Lewis Lywood

Personal information
- Full name: Lewis William Lywood
- Born: 23 December 1906 Walthamstow, London, England
- Died: 31 October 1971 (aged 64) Caterham, Surrey, England
- Batting: Right-handed
- Bowling: Right-arm fast-medium

Domestic team information
- 1930: Essex
- 1927–1928: Surrey

Career statistics
| Competition | First-class |
| Matches | 4 |
| Runs scored | 19 |
| Batting average | 3.80 |
| 100s/50s | –/– |
| Top score | 7 |
| Balls bowled | 528 |
| Wickets | 3 |
| Bowling average | 86.66 |
| 5 wickets in innings | – |
| 10 wickets in match | – |
| Best bowling | 1/7 |
| Catches/stumpings | –/– |
- Source: Cricinfo, 24 October 2011

= Lewis Lywood =

English cricketer (1906–1971)

Lewis William Lywood (23 December 1906 - 31 October 1971) was an English cricketer. Lywood was a right-handed batsman who bowled right-arm fast-medium. He was born at Caterham, Surrey.

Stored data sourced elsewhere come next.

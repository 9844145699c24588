/**
 * The warning message of one signal: which of its limits will probably be crossed, how probably, and when. Retained JSON,
 * one topic a signal: whoever comes late gets in one message all that is open, and never one limit's news beside another
 * limit's yesterday. Advice for people, no alarm: nobody is asked to act on it alone.
 */
import { z } from 'zod';
import { ProtocolError } from './errors.ts';
import { LIMIT_NAMES, type LimitName } from './forecast.ts';
import { formatInstant } from './instant.ts';
import { headFields, instantSchema, type MessageHead, nameSchema, readJson, writeHead, writeJson } from './message.ts';

/** opened: first word; updated: still open; closed: no longer probable; expired: nothing can be said any more. */
export const WARNING_STATUSES = ['opened', 'updated', 'closed', 'expired'] as const;
/** One of them. */
export type WarningStatus = (typeof WARNING_STATUSES)[number];

/** One limit's warning. */
export const limitWarningSchema = z.strictObject({
  limit: z.enum(LIMIT_NAMES),
  side: z.enum(['above', 'below']),
  value: z.number(),
  status: z.enum(WARNING_STATUSES),
  since: instantSchema,
  probability: z.number().min(0).max(1),
  earliest: instantSchema.nullable(),
  likely: instantSchema.nullable(),
  latest: instantSchema.nullable(),
  crossed_at: instantSchema.nullable(),
  reason: z.string().min(1).optional(),
});

/** Every field of a warning message. */
export const warningSchema = z.strictObject({
  ...headFields('warning'),
  signal: nameSchema,
  unit: z.string().min(1),
  origin: instantSchema,
  tick_s: z.number().positive(),
  horizon: z.int().min(1),
  open: z.int().min(0).max(LIMIT_NAMES.length),
  warnings: z.array(limitWarningSchema).min(1).max(LIMIT_NAMES.length),
});

/** A warning message as it stands in JSON. */
export type WarningMessage = z.output<typeof warningSchema>;

/** One limit's warning. */
export interface LimitWarning {
  readonly limit: LimitName;
  readonly side: 'above' | 'below';
  /** The limit, in the signal's unit. */
  readonly value: number;
  readonly status: WarningStatus;
  /** Origin of the forecast that opened it. */
  readonly sinceMs: number;
  /** Of crossing within the horizon; of a warning that expired, as it was said last. */
  readonly probability: number;
  /** When it is crossed, if it is within the horizon: the bounds' lower end, the middle, the upper end; null: not known. */
  readonly earliestMs: number | null;
  readonly likelyMs: number | null;
  readonly latestMs: number | null;
  /** Tick of the first reading past the limit since it opened; null: none yet. */
  readonly crossedMs: number | null;
  /** Why, of one that expired. */
  readonly reason: string | null;
}

/** What a warning message is made of, beside the head. */
export interface WarningFacts extends MessageHead {
  readonly signal: string;
  readonly unit: string;
  /** Label of the last tick folded in. */
  readonly originMs: number;
  readonly tickMs: number;
  /** How many ticks ahead were looked at. */
  readonly horizon: number;
  readonly warnings: readonly LimitWarning[];
}

const instantOrNull = (ms: number | null): string | null => (ms === null ? null : formatInstant(ms));

const isOpen = (status: WarningStatus): boolean => status === 'opened' || status === 'updated';

const limitFields = (warning: LimitWarning): z.output<typeof limitWarningSchema> => ({
  limit: warning.limit,
  side: warning.side,
  value: warning.value,
  status: warning.status,
  since: formatInstant(warning.sinceMs),
  probability: warning.probability,
  earliest: instantOrNull(warning.earliestMs),
  likely: instantOrNull(warning.likelyMs),
  latest: instantOrNull(warning.latestMs),
  crossed_at: instantOrNull(warning.crossedMs),
  ...(warning.reason === null ? {} : { reason: warning.reason }),
});

/** Refuses a count that is not that of the list, a limit told of twice, and times out of order. */
const checkList = (message: WarningMessage): WarningMessage => {
  const { open, warnings } = message;
  const refuse = (what: string, expected: string, got: string): never => {
    throw new ProtocolError('schema', `warning message: ${what}: expected ${expected}, got ${got}`);
  };
  const count = warnings.filter(({ status }) => isOpen(status)).length;
  if (count !== open) refuse('open', `${count}, the open ones listed`, `${open}`);
  for (const [i, { limit, earliest, likely, latest }] of warnings.entries()) {
    if (warnings.findIndex((one) => one.limit === limit) !== i)
      refuse(`warnings[${i}].limit`, 'each limit once', `${limit} again`);
    const times = [earliest, likely, latest].flatMap((time) => (time === null ? [] : [Date.parse(time)]));
    const isOrdered = times.every((time, k) => k === 0 || time >= times[k - 1]!);
    if (!isOrdered || (likely === null && times.length > 0))
      refuse(`warnings[${i}]`, 'earliest <= likely <= latest', `${earliest}, ${likely}, ${latest}`);
  }
  return message;
};

/**
 * Payload of one signal's warnings.
 *
 * shapes  at least one warning, each limit once
 * units   times ms since 1970; limits in the signal's unit
 * throws  ProtocolError 'encode' on a number that is not finite, 'schema' on what does not fit together
 */
export const warningMessage = (facts: WarningFacts): Uint8Array => {
  const message: WarningMessage = {
    ...writeHead('warning', facts),
    signal: facts.signal,
    unit: facts.unit,
    origin: formatInstant(facts.originMs),
    tick_s: facts.tickMs / 1000,
    horizon: facts.horizon,
    open: facts.warnings.filter(({ status }) => isOpen(status)).length,
    warnings: facts.warnings.map(limitFields),
  };
  const payload = writeJson(message);
  checkList(message);
  return payload;
};

/** Reads a warning message; throws ProtocolError 'size', 'decode', 'format' or 'schema'. */
export const parseWarningMessage = (payload: Uint8Array): WarningMessage =>
  checkList(readJson(warningSchema, 'warning', payload));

Lywood made his first-class debut for Surrey against Oxford University in 1927. He made a further first-class appearance for Surrey against Gloucestershire in the 1928 County Championship. He later joined Essex, making two first-class appearances for the county in 1930 against Worcestershire and Northamptonshire. His brief first-class career had little success, with him taking just 3 wickets at an average of 86.66, with best figures of 1/7. With the bat, he scored 19 runs at a batting average of 3.80, with a high score of 7.

He died at Caterham, Surrey on 31 October 1971.